= Taxonomic database =

Database created to hold information related to biological taxa

A taxonomic database is a database created to hold information on biological taxa – for example groups of organisms organized by species name or other taxonomic identifier – for efficient data management and information retrieval. Taxonomic databases are routinely used for the automated construction of biological checklists such as floras and faunas, both for print publication and online; to underpin the operation of web-based species information systems; as a part of biological collection management (for example in museums and herbaria); as well as providing, in some cases, the taxon management component of broader science or biology information systems. They are also a fundamental contribution to the discipline of biodiversity informatics.

== Goals ==
Taxonomic databases digitize scientific biodiversity data and provide access to taxonomic data for research. Taxonomic databases vary in breadth of the groups of taxa and geographical space they seek to include, for example: beetles in a defined region, mammals globally, or all described taxa in the tree of life. A taxonomic database may incorporate organism identifiers (scientific name, author, and – for zoological taxa – year of original publication), synonyms, taxonomic opinions, literature sources or citations, illustrations or photographs, and biological attributes for each taxon (such as geographic distribution, ecology, descriptive information, threatened or vulnerable status, etc.). Some databases, such as the Global Biodiversity Information Facility(GBIF) database and the Barcode of Life Data System, store the DNA barcode of a taxon if one exists (also called the Barcode Index Number (BIN) which may be assigned, for example, by the International Barcode of Life project (iBOL) or UNITE, a database for fungal DNA barcoding).
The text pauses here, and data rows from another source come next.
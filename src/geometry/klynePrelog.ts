/**
 * Klyne–Prelog descriptors (Klyne & Prelog 1960; IUPAC Gold Book T06406) with half-open boundaries
 * (common practice, no source): sp |τ| < 30; sc 30 ≤ |τ| < 90; ac 90 ≤ |τ| < 150; ap |τ| ≥ 150.
 */

export type KlynePrelog = 'sp' | '+sc' | '-sc' | '+ac' | '-ac' | 'ap';
/** The plain words used beside the descriptor. */
export type TorsionRelation = 'eclipsed' | 'gauche' | 'anticlinal' | 'anti';

/**
 * Klyne–Prelog descriptor of a torsion in degrees.
 * @example klynePrelog(-62) // '-sc'
 */
export function klynePrelog(deg: number): KlynePrelog {
  const a = Math.abs(deg);
  if (a < 30) return 'sp';
  if (a >= 150) return 'ap';
  const sign = deg < 0 ? '-' : '+';
  return a < 90 ? `${sign}sc` : `${sign}ac`;
}

/** Relation word for a torsion in degrees: eclipsed (sp), gauche (sc), anticlinal (ac), anti (ap). */
export function torsionRelation(deg: number): TorsionRelation {
  const a = Math.abs(deg);
  if (a < 30) return 'eclipsed';
  if (a < 90) return 'gauche';
  if (a < 150) return 'anticlinal';
  return 'anti';
}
A taxonomic database aims to accurately model the characteristics of interest that are relevant to the organisms which are in scope for the intended coverage and usage of the system. For example, databases of fungi, algae, bryophytes and vascular plants ("higher plants") encode conventions from the International Code of Botanical Nomenclature while their counterparts for animals and most protists encode equivalent rules from the International Code of Zoological Nomenclature. Modelling the relevant taxonomic hierarchy for any taxon is a natural fit with the relational model employed in almost all database systems. Scientific consensus is not reached for all taxon groups, and new species continue to be described; therefore, another goal of taxonomic databases is to aid in resolving conflicts of scientific opinion and unify taxonomy.

== History ==
Possibly the earliest documented management of taxonomic information in computerised form comprised the taxonomic coding system developed by Richard Swartz et al. at the Virginia Institute of Marine Science for the Biota of Chesapeake Bay and described in a published report in 1972. This work led directly or indirectly to other projects with greater profile including the NODC Taxonomic Code system which went through 8 versions before being discontinued in 1996, to be subsumed and transformed into the still current Integrated Taxonomic Information System (ITIS). A number of other taxonomic databases specializing in particular groups of organisms that appeared in the 1970s through to the present jointly contribute to the Species 2000 project, which since 2001 has been partnering with ITIS to produce a combined product, the Catalogue of Life. While the Catalogue of Life currently concentrates on assembling basic name information as a global species checklist, numerous other taxonomic database projects such as Fauna Europaea, the Australian Faunal Directory, and more supply rich ancillary information including descriptions, illustrations, maps, and more. Many taxonomic database projects are currently listed at the TDWG "Biodiversity Information Projects of the World" site.

=== Nomenclators ===
Before taxonomic databases, several nomenclators were created to list the names of genera and sometimes species together with the origins (sources) of these names. Sometimes they also include additional information, such as the distribution.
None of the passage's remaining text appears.